HSBC 1Q Pretax Profit Falls 19%
HSBC Holdings on Thursday reported a 19 percent fall in first quarter profit, as Europe's biggest bank battles to restore flagging revenues following its restructuring.
HSBC said pretax profit for the first three months of the year fell to $5 billion, down from $6.1 billion a year ago and better than the $4.3 billion average of analysts' estimates compiled by the bank.
The profit decline was due to a change in the accounting treatment of the fair value on its debt and as year-ago earnings included the operating results of the Brazil business that it sold in July, it said.
Revenue in the quarter dropped 13 percent to $13 billion.
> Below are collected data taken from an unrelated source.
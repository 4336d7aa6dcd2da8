//! Turning the cells of one declared column into typed values, one row at a time.
//!
//! A [`ColumnBuilder`] accepts every cell: a good cell becomes a value, a missing token or an
//! empty cell becomes missing, and a bad cell becomes missing plus a [`CellProblem`] for the
//! caller to report, so the column always has one entry per row. Missing tokens match the cell
//! as written or with its surrounding whitespace trimmed; levels and ids match the cell exactly
//! as written. A number cell of a workbook or Parquet file is missing when a missing token
//! reads as the same number, and is read as the text [`number_text`] gives it in a categorical
//! or id column.
//!
//! Texts are interned without a copy per cell: each distinct text is stored once, in an arena,
//! and found again through a hash table of codes. Codes follow the order of declaration or of
//! first appearance, never the hash order.

use crate::diag::Code;
use std::hash::BuildHasher;

use hashbrown::HashTable;
use rustc_hash::FxBuildHasher;

use super::column::{Codes, Names, Numbers};
use super::numbers::{parse_number, NonFinite, NotNumberHint, NumberProblem};
use super::spec::{ColumnKind, DecimalMark};
use super::table::Column;

/// One cell as a file holds it.
#[derive(Debug, Clone, Copy, PartialEq)]
pub(super) enum Cell<'a> {
    /// Text, read as written (CSV fields, workbook text, Parquet strings).
    Text(&'a str),
    /// A number stored as a number (workbooks, Parquet).
    Number(f64),
    /// A date or time stored as one (workbooks), written as ISO 8601 text.
    Date(&'a str),
    /// No value at all (an empty workbook cell, a Parquet null).
    Empty,
    /// A cell that cannot be read (a row of the wrong width): missing, and no problem of its own.
    Unread,
}

impl Cell<'_> {
    /// The cell as messages quote it.
    pub(super) fn shown(&self) -> String {
        match self {
            Cell::Text(text) | Cell::Date(text) => (*text).to_owned(),
            Cell::Number(value) => number_text(*value),
            Cell::Empty | Cell::Unread => String::new(),
        }
    }
}

/// What is wrong with one cell.
#[derive(Debug, Clone, Copy, PartialEq, Eq)]
pub(super) enum CellProblem {
    /// A categorical cell outside the declared levels.
    NotALevel,
    /// A numeric cell that is not number text.
    NotANumber(NotNumberHint),
    /// A numeric cell with no finite value.
    NotFinite(NonFinite),
    /// A negative number in a ratio column.
    Negative,
    /// A missing token in an id column.
    MissingId,
    /// A new value past the cap on distinct values of a column without declared levels
    /// (reported once per column).
    TooManyLevels,
}

impl CellProblem {
    /// The stable diagnostic code of this problem.
    pub(super) fn code(self) -> Code {
        match self {
            CellProblem::NotALevel => Code::NotALevel,
            CellProblem::NotANumber(_) => Code::NotANumber,
            CellProblem::NotFinite(_) => Code::NotFinite,
            CellProblem::Negative => Code::NegativeRatio,
            CellProblem::MissingId => Code::MissingId,
            CellProblem::TooManyLevels => Code::TooManyLevels,
        }
    }
}

/// A number as text: whole numbers below 2⁵³ without a decimal point (`3`, `-12`), others in
/// the shortest form that reads back the same (`2.5`, `1e-7`, `1e300`).
pub(super) fn number_text(value: f64) -> String {
    const EXACT: f64 = 9_007_199_254_740_992.0; // 2^53
    if value.fract() == 0.0 && value.abs() < EXACT {
        format!("{}", value + 0.0)
    } else if value.is_finite() && (1e-6..1e15).contains(&value.abs()) {
        format!("{value}")
    } else {
        format!("{value:?}")
    }
}

/// The codebook's missing tokens, ready to compare cells with.
#[derive(Debug, Clone, Default)]
pub(super) struct MissingTokens {
    tokens: Vec<String>,
    /// The tokens that read as numbers (a point as decimal mark), for number cells.
    numbers: Vec<f64>,
}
The bank said it completed its $1 billion share buy back in April, after which its common equity tier 1 ratio - a measure of its financial strength - was 14.3 percent.
Chief Executive Stuart Gulliver said in a statement the bank had now exceeded the risk-weighted asset reduction target that it set in 2015 and would continue to remove low-return risk-weighted assets.
Shareholders at the bank's annual general meeting last week overwhelmingly voted in favor of reelecting Chief Executive Stuart Gulliver to the lender's board, in an affirmation of his strategy in recent years to shrink and refocus the bank.
Gulliver and outgoing Chairman Douglas Flint have sought to unwind much of the empire-building of their predecessors since their appointments in 2010 - a response to a tough environment of low interest rates and increased regulation.
HSBC reported in February a much worse than expected set of full year results for 2016, marred by hefty writedowns and costs from its restructuring efforts.